Excerpted data section start

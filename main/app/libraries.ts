/**
 * The pieces of other layers the service calls, gathered in one place so the service reads
 * as wiring: profile parsing, the pipeline (for previews), diagnosis, scenarios, ports, run
 * and batch reports. `realLibraries` binds the project's own implementations.
 */
import { parseProfile } from '@shared/chemistry/profile';
import type { ProfileResult, ResolvedProfile } from '@shared/chemistry/types';
import { createPipeline, type LineOutcome } from '@shared/engine/pipeline';
import { diagnose } from '@shared/engine/diagnosis';
import type { Diagnosis, DiagnosisInput } from '@shared/engine/diagnosis/types';
import { getScenario, listScenarios } from '../simulator/scenarios';
import { listPorts } from '../serial/list';
import { mkdtemp, readFile, rm, writeFile } from 'node:fs/promises';
import { tmpdir } from 'node:os';
import { join } from 'node:path';
import { buildRunReport, renderReportPdf } from '../report';
import { recordedBatchFile } from '../report/batch';
import type { RunReader } from '../recorder/types';

export interface AppLibraries {
  parseProfile(json: unknown): ProfileResult;
  /** Read lines through a fresh pipeline with this profile, as a live station would. */
  previewLines(profile: ResolvedProfile, lines: string[]): LineOutcome[];
  diagnose(input: DiagnosisInput): Diagnosis;
  listScenarios(): unknown[];
  listPorts(): Promise<unknown[]>;
  /** Self-contained HTML Run report of a recorded run. */
  runReportHtml(recorder: RunReader, runId: number): Promise<string>;
  /** The same report printed to PDF by headless Chromium (web mode; Electron prints itself). */
  runReportPdf(recorder: RunReader, runId: number): Promise<Buffer>;
  /** A burn-in batch's Batch report (HTML) or batch table (CSV), judged from the recording. */
  batchReportFile(recorder: RunReader, batchId: string, what: 'html' | 'csv'): string;
}

export const realLibraries: AppLibraries = {
  parseProfile,
  previewLines(profile, lines) {
    const pipeline = createPipeline(profile);
    const rxS = Date.now() / 1000;
    // Spread the lines one second apart so a time-less preview still has a time axis.
    return lines.map((text, i) => pipeline.pushLine(text, rxS + i));
  },
  diagnose,
  // Each scenario with its demo profile, so the Connect view can fill the form from it.
  listScenarios: () => listScenarios().map((s) => ({ ...s, profile: getScenario(s.name).profile })),
  listPorts: async () => [...(await listPorts())],
  runReportHtml: async (recorder, runId) => buildRunReport(recorder, runId),
  batchReportFile: recordedBatchFile,
  async runReportPdf(recorder, runId) {
    const dir = await mkdtemp(join(tmpdir(), 'taperline-report-'));
    try {
      const htmlPath = join(dir, 'report.html');
      const pdfPath = join(dir, 'report.pdf');
      await writeFile(htmlPath, await buildRunReport(recorder, runId), 'utf8');
      await renderReportPdf(htmlPath, pdfPath);
      return await readFile(pdfPath);
    } finally {
      await rm(dir, { recursive: true, force: true });
    }
  },
};
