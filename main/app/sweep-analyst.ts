/**
 * Runs sweep analyses off the backend's event loop, in one worker thread (./sweep-worker.ts),
 * one job at a time in the order asked. Where the worker file is missing or the worker dies,
 * the analysis runs here instead (slower for the loop, same report).
 */
import { existsSync } from 'node:fs';
import { join } from 'node:path';
import { Worker } from 'node:worker_threads';
import type { SweepReport } from '@shared/engine/sweep';
import { runSweepJob, type SweepJob } from './sweep-job';

interface Pending {
  resolve(report: SweepReport): void;
  reject(err: Error): void;
  job: SweepJob;
}

/**
 * The worker's entry: the bundle beside dist/cli.cjs, or the source file under tsx (tests),
 * in `dir` (default: this module's folder).
 */
export function sweepWorkerEntry(dir: string = __dirname): { path: string; execArgv?: string[] } | null {
  const bundled = join(dir, 'sweep-worker.cjs');
  if (existsSync(bundled)) return { path: bundled };
  const source = join(dir, 'sweep-worker.ts');
  if (existsSync(source)) return { path: source, execArgv: ['--require', 'tsx/cjs'] };
  return null;
}

export class SweepAnalyst {
  private worker: Worker | null = null;
  /** The worker could not start or died: analyse in this thread from now on. */
  private inProcess = false;
  private nextId = 1;
  private readonly pending = new Map<number, Pending>();
  private closed = false;

  constructor(private readonly entry = sweepWorkerEntry()) {}

  /** Whether analyses run in a worker thread (false after a failure, or before the first). */
  get threaded(): boolean {
    return this.worker !== null;
  }

  analyse(job: SweepJob): Promise<SweepReport> {
    if (this.closed) return Promise.reject(new Error('the sweep analysis was closed'));
    const worker = this.inProcess ? null : this.startWorker();
    if (!worker) return Promise.resolve().then(() => runSweepJob(job));
    const id = this.nextId++;
    return new Promise<SweepReport>((resolve, reject) => {
      this.pending.set(id, { resolve, reject, job });
      worker.postMessage({ id, job });
    });
  }

  close(): void {
    this.closed = true;
    const worker = this.worker;
    this.worker = null;
    for (const p of this.pending.values()) p.reject(new Error('the sweep analysis was closed'));
    this.pending.clear();
    void worker?.terminate();
  }

  private startWorker(): Worker | null {
    if (this.worker) return this.worker;
    const entry = this.entry;
    if (!entry) {
      this.inProcess = true;
      return null;
    }
    try {
      const worker = new Worker(entry.path, entry.execArgv ? { execArgv: entry.execArgv } : {});
      // An idle analyst never keeps the process alive.
      worker.unref();
      worker.on('message', (m: { id: number; report?: SweepReport; error?: string }) => {
        const p = this.pending.get(m.id);
        if (!p) return;
        this.pending.delete(m.id);
        if (m.report) p.resolve(m.report);
        else p.reject(new Error(m.error ?? 'the sweep analysis failed'));
      });
      worker.on('error', () => this.fallBack(worker));
      worker.on('exit', () => this.fallBack(worker));
      this.worker = worker;
      return worker;
    } catch {
      this.inProcess = true;
      return null;
    }
  }

  /** The worker is gone: what it still held is analysed here. */
  private fallBack(worker: Worker): void {
    if (this.worker !== worker || this.closed) return;
    this.worker = null;
    this.inProcess = true;
    const held = [...this.pending.values()];
    this.pending.clear();
    for (const p of held) {
      try {
        p.resolve(runSweepJob(p.job));
      } catch (err) {
        p.reject(err instanceof Error ? err : new Error(String(err)));
      }
    }
  }
}
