/**
 * The live history the service keeps per station, for a view that opens late and for
 * `stations.diagnose` when there is no recorder. Samples are thinned to at most one per
 * HISTORY_STEP_S of run time and kept in typed arrays that grow on demand, up to
 * HISTORY_MAX_SAMPLES (7 days at 1 Hz); past that the oldest half is dropped.
 */
import type { EngineEvent, TimedSample } from '@shared/engine/types';
import type { SampleBatch } from '@shared/ipc/pushes';
import type { FeedLine } from '../station/types';

/** Run-time spacing of the kept samples: 1 Hz is finer than any Bench view plot needs. */
export const HISTORY_STEP_S = 1;
/** 7 days at 1 Hz: a burn-in run as long as the Rack view is meant to watch. */
export const HISTORY_MAX_SAMPLES = 7 * 24 * 3600;
/** Recent lines kept for a Line feed that opens late. */
export const HISTORY_MAX_LINES = 500;
/** Events kept per station; an engine raises few, this is only a guard. */
export const HISTORY_MAX_EVENTS = 10_000;

const COLUMNS = ['vbatV', 'ibatA', 'tempC', 'vinV', 'iinA', 'ntcRaw'] as const;
type Column = (typeof COLUMNS)[number];

/** Boolean status pins: 1 asserted, 0 released, -1 not reported. */
const PINS = ['chg', 'flt'] as const;
type Pin = (typeof PINS)[number];

export class StationHistory {
  private size = 0;
  private capacity: number;
  private t: Float64Array;
  private rx: Float64Array;
  private cols: Record<Column, Float64Array>;
  private pins: Record<Pin, Int8Array>;
  private lastKeptT = -Infinity;
  private readonly events: EngineEvent[] = [];
  private readonly lines: FeedLine[] = [];

  constructor(
    private readonly maxSamples = HISTORY_MAX_SAMPLES,
    private readonly stepS = HISTORY_STEP_S,
  ) {
    this.capacity = Math.min(4096, maxSamples);
    this.t = new Float64Array(this.capacity);
    this.rx = new Float64Array(this.capacity);
    this.cols = Object.fromEntries(COLUMNS.map((c) => [c, new Float64Array(this.capacity)])) as Record<
      Column,
      Float64Array
    >;
    this.pins = Object.fromEntries(PINS.map((p) => [p, new Int8Array(this.capacity)])) as Record<
      Pin,
      Int8Array
    >;
  }

  get sampleCount(): number {
    return this.size;
  }

  /** Keep a sample when it is at least one step after the last kept one. */
  addSample(sample: TimedSample): void {
    if (sample.t < this.lastKeptT + this.stepS && this.size > 0) return;
    if (this.size === this.capacity) this.makeRoom();
    const i = this.size++;
    this.lastKeptT = sample.t;
    this.t[i] = sample.t;
    this.rx[i] = sample.rxS;
    for (const c of COLUMNS) this.cols[c][i] = sample[c] ?? NaN;
    for (const p of PINS) this.pins[p][i] = sample[p] === undefined ? -1 : sample[p] ? 1 : 0;
  }

  addEvent(event: EngineEvent): void {
    this.events.push(event);
    if (this.events.length > HISTORY_MAX_EVENTS)
      this.events.splice(0, this.events.length - HISTORY_MAX_EVENTS);
  }

  addLine(line: FeedLine): void {
    this.lines.push(line);
    if (this.lines.length > HISTORY_MAX_LINES) this.lines.splice(0, this.lines.length - HISTORY_MAX_LINES);
  }

  /** Kept samples from `fromT` on, in the same column form as the `samples` push. */
  batch(stationId: string, fromT = 0): SampleBatch {
    const start = this.firstIndexAtOrAfter(fromT);
    const out: SampleBatch = { stationId, tS: [], vbatV: [], ibatA: [], tempC: [], vinV: [], iinA: [] };
    for (let i = start; i < this.size; i++) {
      out.tS.push(this.t[i]);
      out.vbatV.push(orNull(this.cols.vbatV[i]));
      out.ibatA.push(orNull(this.cols.ibatA[i]));
      out.tempC.push(orNull(this.cols.tempC[i]));
      out.vinV.push(orNull(this.cols.vinV[i]));
      out.iinA.push(orNull(this.cols.iinA[i]));
    }
    return out;
  }

  /** Kept samples as TimedSample objects (for diagnosis without a recorder). */
  samples(fromT = 0): TimedSample[] {
    const out: TimedSample[] = [];
    for (let i = this.firstIndexAtOrAfter(fromT); i < this.size; i++) {
      const s: TimedSample = { t: this.t[i], rxS: this.rx[i], extra: {} };
      for (const c of COLUMNS) {
        const v = this.cols[c][i];
        if (!Number.isNaN(v)) s[c] = v;
      }
      for (const p of PINS) {
        const v = this.pins[p][i];
        if (v >= 0) s[p] = v === 1;
      }
      out.push(s);
    }
    return out;
  }

  eventsFrom(fromT = 0): EngineEvent[] {
    return this.events.filter((e) => e.t >= fromT);
  }

  recentLines(): FeedLine[] {
    return this.lines.slice();
  }

  /** Grow the arrays (doubling) up to the cap; at the cap, drop the oldest half. */
  private makeRoom(): void {
    if (this.capacity < this.maxSamples) {
      this.resize(Math.min(this.capacity * 2, this.maxSamples), 0);
      return;
    }
    const drop = Math.floor(this.size / 2);
    this.resize(this.capacity, drop);
  }

  private resize(capacity: number, drop: number): void {
    const keep = this.size - drop;
    const move = <T extends Float64Array | Int8Array>(from: T, make: (n: number) => T): T => {
      const to = make(capacity);
      to.set(from.subarray(drop, this.size));
      return to;
    };
    this.t = move(this.t, (n) => new Float64Array(n));
    this.rx = move(this.rx, (n) => new Float64Array(n));
    for (const c of COLUMNS) this.cols[c] = move(this.cols[c], (n) => new Float64Array(n));
    for (const p of PINS) this.pins[p] = move(this.pins[p], (n) => new Int8Array(n));
    this.capacity = capacity;
    this.size = keep;
  }

  private firstIndexAtOrAfter(fromT: number): number {
    let lo = 0;
    let hi = this.size;
    while (lo < hi) {
      const mid = (lo + hi) >>> 1;
      if (this.t[mid] < fromT) lo = mid + 1;
      else hi = mid;
    }
    return lo;
  }
}

function orNull(v: number): number | null {
  return Number.isNaN(v) ? null : v;
}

Excerpted data section end

• **What to work on**
Filter the data above by the word "keeps" and copy every line that matches.

• **Answer section**
      // An idle analyst never keeps the process alive.
 * The live history the service keeps per station, for a view that opens late and for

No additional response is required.